◆ EXERCISE GOAL ◆
The whole listing needs to be returned exactly as it appears.

================================

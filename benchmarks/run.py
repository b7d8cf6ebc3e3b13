"""Run every benchmark module (benchmarks/bench_*.py) in name order; each prints its own figures.

Usage: python -m benchmarks.run [name-fragment ...]
"""

from __future__ import annotations

import importlib
import pkgutil
import sys
import time

import benchmarks


def main(argv: list[str]) -> int:
    names = sorted(m.name for m in pkgutil.iter_modules(benchmarks.__path__) if m.name.startswith("bench_"))
    if argv:
        names = [n for n in names if any(a in n for a in argv)]
    for name in names:
        print(f"\n=== {name}", flush=True)
        started = time.perf_counter()
        importlib.import_module(f"benchmarks.{name}").main()
        print(f"({name} took {time.perf_counter() - started:.1f} s)", flush=True)
    return 0


if __name__ == "__main__":
    sys.exit(main(sys.argv[1:]))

================================

◆ TASK ANSWER ◆
filename benchmarks/run.py
repository b7d8cf6ebc3e3b13
"""Run every benchmark module (benchmarks/bench_*.py) in name order; each prints its own figures.

Usage: python -m benchmarks.run [name-fragment ...]
"""

from __future__ import annotations

import importlib
import pkgutil
import sys
import time

import benchmarks


def main(argv: list[str]) -> int:
    names = sorted(m.name for m in pkgutil.iter_modules(benchmarks.__path__) if m.name.startswith("bench_"))
    if argv:
        names = [n for n in names if any(a in n for a in argv)]
    for name in names:
        print(f"\n=== {name}", flush=True)
        started = time.perf_counter()
        importlib.import_module(f"benchmarks.{name}").main()
        print(f"({name} took {time.perf_counter() - started:.1f} s)", flush=True)
    return 0


if __name__ == "__main__":
    sys.exit(main(sys.argv[1:]))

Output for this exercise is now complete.